SOME forty years ago, the inimitable musician and Afro beat maestro, Fela Anikulapo-Kuti, went into the studio and came out with one of the evergreen numbers titled – Authority Stealing – of which I am borrowing as part of the title of this piece.
I guess Fela would be smiling or hissing in his grave if he can see that what he sang about over 40 years ago is now the order of the day and that under this yoke, we are suffering but not smiling at all.
Lying is now becoming an art and a tool of governance. Let us take the recent election of the President of the Governors’ Forum. Is it not a big shame that governors cannot even organize a free and fair election and they are supposed to be less than 40 in number! It is even more annoying when two governors who were present at the election gave contradictory reports. We once had a teacher in Christ’s School, Ado-Ekiti many years. The Reverend gentleman told us that two or more spectators at a football match may give two or more accounts of how the goals were scored, who passed to who, who headed the ball into the net or at what point a goalkeeper frustrated the efforts of the opposing strikers; but the different accounts will give the same concluding scores.

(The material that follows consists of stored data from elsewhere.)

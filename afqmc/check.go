package afqmc

import (
	"fmt"
	"math"
	"math/cmplx"

	"leadline/trial"
)

// CheckTrial puts a single-determinant trial itself in the place of a walker:
// the overlap must be 1 and the local energy real and equal to ⟨Ψ_T|H|Ψ_T⟩,
// which is computed another way. A source that is no determinant passes.
func CheckTrial(g *trial.Guide) error {
	source, ok := g.Source.(interface{ Orbitals() trial.Orbitals })
	if !ok {
		return nil
	}
	expectations, ok := g.Expectations()
	if !ok {
		return nil
	}
	w := trial.NewWalkers(g.Hamiltonian.Sector, false, 1)
	w.Fill(source.Orbitals())
	m := g.NewMixed(1)
	g.Evaluate(m, w)
	g.LocalEnergies(m, w)
	want := expectations.Energy(g.Hamiltonian)
	if d := cmplx.Abs(m.Overlap[0].Value() - 1); !(d < 1e-5) {
		return fmt.Errorf("the trial's overlap with itself is %.8g, expected 1", m.Overlap[0].Value())
	}
	if d := cmplx.Abs(m.Energy[0] - complex(want, 0)); !(d < 2e-6*math.Max(1, math.Abs(want))) {
		return fmt.Errorf("the trial's local energy in itself is %.10g, expected its own energy %.10g", m.Energy[0], want)
	}
	return nil
}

Not with our governors! Is it possible for two people to report on an incident such as an election with two varying outcomes? I think that even those who annulled the 1993 elections were even more ingenious than some of these governors. If these governors can brazenly lie about their own elections, any wonder why we are being fed lies by almost all of them in many of the states we look at?
Unfortunately for us, the lying is at levels of government. When we were young and when we were raising our children, there was a maxim – anybody who lies will steal. Can we deny that this is not happening in our society?
I recently had to pick a young man of 19 years at the Murtala Muhammed International Airport. That was a day the heavens also opened up and we had to wade through what he called “dirty horrible water” to get to the vehicle. He was shocked when he realized that we had paid N400 to get a parking space. He turned to me and asked what normally happens to the toll which every vehicle is expected to pay. Guess who came to my rescue – Baba Fela himself – as at that time, thanks to technology, I had Fela on YouTube playing “Authority Stealing”. I asked the young man that this was a song written decades before you were born and the summary is that, according to Fela “pen has the power that the guns don’t have”.
It is only in our country that leaders can talk to international media and tell the whole world that everyone in some ‘named’ major towns can attest to the fact that they are enjoying uninterrupted power supply only for the same leaders to be confronted with power outage in one of those towns! A friend said it was sabotage and my response was “really’? We tend to forget that the Yorubas have a saying that translates into something like: “two people cannot lose in a lie – if the person lying does not realize that he is lying, the one who is being lied to is aware”.
Another level of lying was shown last week with governors taking tonnes of newspapers to congratulate their “Oga at the Top” or themselves on the celebration of “Democracy Day”.
A governor who was supposed to have campaigned and to have made several promises to serve the people comes out to advertise that he has tarred roads or bought buses for transportation. You ask yourself – do you really to go to the pages of the newspapers to tell your own people what you are doing for them? Shouldn’t that be very obvious to them as the primary beneficiaries?
I think we should conduct some research into the achievements of past and present governors and the amount of money spent on advertising these achievements. I cannot remember how many pages of newsprint someone like Alhaji Lateef Jakande took to eulogize himself while in office and yet the incumbent Governor Fashola still referred to the achievements of Jakande as recently as May 29, 2013, thirty years after Jakande left office.
• Oyewole retired from the United Nations and now lives in Lagos.